# Hello From Illinois



## WGB (Dec 13, 2008)

Hi Brenda,
I'm new to the site too, and from central Illinois also.
Starting three hives this spring.


----------



## Rebel Rose (Apr 5, 2009)

Hi WGB,

Glad to meet you too! You are going to love it once you get your bees. Welcome to your new addiction. 

Brenda


----------



## Barry (Dec 28, 1999)

Hi Brenda -

Welcome to the forum! I'm a transplant from Fisher, right on 136. Both Grandparents spent their life there and I still have a bunch of bee equipment in storage at one of their properties.

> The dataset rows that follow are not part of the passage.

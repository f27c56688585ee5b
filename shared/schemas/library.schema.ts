import { z } from 'zod';
import type { PinValues, TemplatePinKey } from '../domain/fields/pin-fields.ts';
import { noteText, requiredText } from './common.schema.ts';
import { CONNECTOR_SIDES, type ConnectorSide } from './pin-map.schema.ts';

/** Saves one connector's pinout (cavities, layout and each pin's wire and decision) for reuse. */
export const SaveTemplateRequest = z.strictObject({
  connectorId: z.number().int().positive(),
  name: requiredText(120),
  description: noteText(2000).optional(),
});
export type SaveTemplateRequest = z.infer<typeof SaveTemplateRequest>;

/** Starts a connector of a conversion from a template, pins and all. */
export const ConnectorFromTemplateRequest = z.strictObject({
  templateId: z.number().int().positive(),
  label: requiredText(40),
  /** The template's side when omitted. */
  side: z.enum(CONNECTOR_SIDES).optional(),
});
export type ConnectorFromTemplateRequest = z.infer<typeof ConnectorFromTemplateRequest>;

/** A cavity of a template with the pin fields a template keeps (the pin field table says which). */
export type TemplatePin = { cavity: string; position: number } & Pick<PinValues, TemplatePinKey>;

export interface PinoutTemplate {
  id: number;
  name: string;
  side: ConnectorSide;
  description: string;
  cavityCount: number;
  rows: number;
  columns: number;
  /** Built-in templates come with Loomwright, are the same in every workshop and are read-only. */
  builtIn: boolean;
  createdBy: string | null;
  createdAt: string;
}

export interface PinoutTemplateDetail extends PinoutTemplate {
  pins: TemplatePin[];
}
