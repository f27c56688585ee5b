import {
  useTable,
  type ColumnVisibilityState,
  type OnChangeFn,
  type RowSelectionState,
} from '@tanstack/react-table';
import { useMemo } from 'react';
import { columnLayout, pinGridColumns, pinGridFeatures } from '../components/grid-columns.ts';
import { SELECT_COLUMN } from '../lib/columns.ts';
import type { PinRow } from '../lib/rows.ts';
import type { SizeUnit } from '#shared/schemas/workshop.schema.ts';

const getRowId = (row: PinRow) => String(row.pin.id);

/**
 * The grid's table: its rows in the order shown and its visible columns laid out left to right
 * (the checkbox column hidden from those who cannot change pins).
 */
export interface PinTableOptions {
  /** The rows to show, already filtered. */
  rows: PinRow[];
  unit: SizeUnit;
  readOnly: boolean;
  rowSelection: RowSelectionState;
  onRowSelectionChange: OnChangeFn<RowSelectionState>;
  columnVisibility: ColumnVisibilityState;
  onColumnVisibilityChange: OnChangeFn<ColumnVisibilityState>;
}

export function usePinTable({
  rows,
  unit,
  readOnly,
  rowSelection,
  onRowSelectionChange,
  columnVisibility,
  onColumnVisibilityChange,
}: PinTableOptions) {
  const columns = useMemo(() => pinGridColumns(unit), [unit]);
  const visibility = useMemo(
    () => (readOnly ? { ...columnVisibility, [SELECT_COLUMN]: false } : columnVisibility),
    [readOnly, columnVisibility],
  );
  const table = useTable({
    features: pinGridFeatures,
    columns,
    data: rows,
    getRowId,
    state: { rowSelection, columnVisibility: visibility },
    onRowSelectionChange,
    onColumnVisibilityChange,
    enableRowSelection: !readOnly,
  });

  const displayed = table.getRowModel().rows;
  const shownRows = useMemo(() => displayed.map((r) => r.original), [displayed]);
  const rowIndexOf = useMemo(() => new Map(shownRows.map((r, i) => [r.pin.id, i])), [shownRows]);

  const visibleIds = table
    .getVisibleLeafColumns()
    .map((c) => c.id)
    .join(' ');
  const layout = useMemo(() => columnLayout(visibleIds.split(' '), unit), [visibleIds, unit]);
  const columnIds = useMemo(() => layout.map((c) => c.id), [layout]);
  const last = layout.at(-1);
  const width = last ? last.left + last.width : 0;
  const stickyWidth = layout.filter((c) => c.sticky).reduce((sum, c) => sum + c.width, 0);

  return { table, displayed, shownRows, rowIndexOf, layout, columnIds, width, stickyWidth };
}
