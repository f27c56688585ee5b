import type { Feed } from './feeds.schema.ts';
import type { SnapshotHarness } from './harness.schema.ts';
import type { Connector, Pin } from './pin-map.schema.ts';

/**
 * Everything a conversion's plan holds at one moment: what the checks read, what a revision freezes
 * and hashes, and what a worksheet prints. Row versions and timestamps are left out: they say when
 * something changed, not what the plan is.
 */
export interface ConversionSnapshot {
  format: 1;
  conversion: {
    id: number;
    name: string;
    donorEngine: string;
    receivingVehicle: string;
    systemVoltage: number;
    notes: string;
  };
  workshop: { id: number; name: string };
  connectors: SnapshotConnector[];
  pins: SnapshotPin[];
  feeds: SnapshotFeed[];
  /** Wires, splices, ground points and boxes; absent in revisions frozen before the harness. */
  harness?: SnapshotHarness;
}

export type SnapshotConnector = Omit<Connector, 'version'>;
export type SnapshotPin = Omit<Pin, 'version' | 'updatedAt'>;
export type SnapshotFeed = Omit<Feed, 'version'>;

I hope you find this joint friendly and helpful as there is never a shortage of discussion and opinions.


----------



## Brenda (Nov 23, 2006)

Hi from another Brenda from Illinois.


----------



## Rebel Rose (Apr 5, 2009)

Hi Brenda!

Glad to meet you!

Brenda


----------



## Rebel Rose (Apr 5, 2009)

Barry said:


> Hi Brenda -
> 
> Welcome to the forum! I'm a transplant from Fisher, right on 136. Both Grandparents spent their life there and I still have a bunch of bee equipment in storage at one of their properties. I hope you find this joint friendly and helpful as there is never a shortage of discussion and opinions.


Barry, I am sure that I will like it here...there is a wealth of information and lot of different ideas and opinions here. 

I am about ten miles south of Rt 136!

Brenda


----------